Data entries
========================================

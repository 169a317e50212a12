import { execFileSync } from 'node:child_process';
import { mkdtempSync, rmSync, writeFileSync } from 'node:fs';
import { tmpdir } from 'node:os';
import { join } from 'node:path';
import request from 'supertest';
import { seedLabDemo } from '../../../../../docker-free-scripts/seed/lab-demo';
import { analyseDemoSample, approveAndIssue, useTestApp } from '../../testing';
import { SCREENING_CAUTION } from './pdf/report-wording';

// Seeding, analysing and issuing the first report (which creates the signing credential) take seconds.
jest.setTimeout(120_000);

const t = useTestApp();
const dir = mkdtempSync(join(tmpdir(), 'ohmprint-report-text-'));
afterAll(() => rmSync(dir, { recursive: true, force: true }));

/**
 * An issued report read back as a reader's tools read it: Debian's pdftotext (poppler). Every
 * figure below comes from the signed PDF the API stored, not from the data it was drawn from.
 */
describe('an issued report, read with pdftotext', () => {
  let text: string;
  let analysis: { result: { fit: { parameters: { name: string; value: number; standardError: number | null }[] } | null } };

  beforeAll(async () => {
    await t.db.transaction((m) => seedLabDemo(m));
    const id = await analyseDemoSample(t, 'OP-7K3M-Q9');
    const analyst = await t.authFor('analyst');
    analysis = (await request(t.app).get(`/api/lab/analyses/${id}`).set(analyst)).body;
    expect((await request(t.app).post(`/api/lab/analyses/${id}/submit`).set(analyst)).status).toBe(200);
    const issued = await approveAndIssue(t, id);
    const [report] = await t.db.query('SELECT number, pdf FROM test_report WHERE id = $1', [issued.id]);
    const file = join(dir, `${report.number}.pdf`);
    writeFileSync(file, report.pdf);
    // REPORT_PDF_OUT=/tmp/x.pdf keeps a copy to render with pdftoppm and look at
    if (process.env.REPORT_PDF_OUT) writeFileSync(process.env.REPORT_PDF_OUT, report.pdf);
    text = execFileSync('pdftotext', [file, '-'], { encoding: 'utf8' }).replace(/\s+/g, ' ');
  });

  it('states the measurement temperature, its referral and the method with its version', () => {
    // the demo files of OP-7K3M-Q9 state 22.5 °C (docker-free-scripts/seed/lab-demo-catalog.ts)
    expect(text).toContain('Measurement temperature 22.5 °C for all 3 replicates (stated in the export)');
    expect(text).toMatch(/referred to 20\.0 °C with a linear coefficient α of 2 %\/°C/);
    expect(text).toMatch(/Method [^,]+, version \d+: Impedance fingerprint screening/);
  });

  it('states the library version with its lot count and how the thresholds were estimated', () => {
    expect(text).toMatch(/Reference library Ridgeline Red \(demo\), version \d+ \(\d+ lots, published/);
    expect(text).toMatch(/Thresholds estimated by [a-z].+ from the leave-one-out distances of n = \d+ reference lots\./);
  });

  it('names the nearest lot with the producer’s lot code and says whether it is the claimed lot', () => {
    expect(text).toMatch(/Nearest reference lot RID-L\d{4}(, the producer's lot L24-\d+| \(the producer's lot code\))/);
    expect(text).toMatch(/Claimed lot The nearest lot (is the lot claimed for the item \(L24-118\)|is not the lot claimed for the item: the item claims L24-118)/);
  });

  it('writes R∞ and powers of ten as real superscripts, values to the last place of their standard error', () => {
    // the demo's method fits the Cole–Cole model, whose first parameter is R∞ (libs/spectral-engine builtin-models)
    expect(text).toContain('R∞');
    expect(text).not.toContain('R_inf');
    expect(text).not.toMatch(/10\^-?\d/);
    expect(text).toMatch(/× 10⁻[¹²³⁴⁵⁶⁷⁸⁹]/);
    expect(text).toMatch(/weighted χ², [a-z]+ weighting\): /);
    // each fitted value and its SE share their last decimal place (the 354/949 rule, libs/contracts/src/format)
    const values = [...text.matchAll(/(\d+\.?\d*) ± (\d+\.?\d*)/g)];
    expect(values.length).toBeGreaterThanOrEqual(analysis.result.fit!.parameters.filter((p) => p.standardError !== null).length);
    for (const [, v, se] of values) expect((v.split('.')[1] ?? '').length).toBe((se.split('.')[1] ?? '').length);
  });

  it('keeps the screening caution', () => {
    expect(text).toContain(SCREENING_CAUTION.replace(/\s+/g, ' '));
  });
});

========================================

Task statement:
Every line of the entries that includes "rmSync" must be copied into the answer.

Response area:
import { mkdtempSync, rmSync, writeFileSync } from 'node:fs';
afterAll(() => rmSync(dir, { recursive: true, force: true }));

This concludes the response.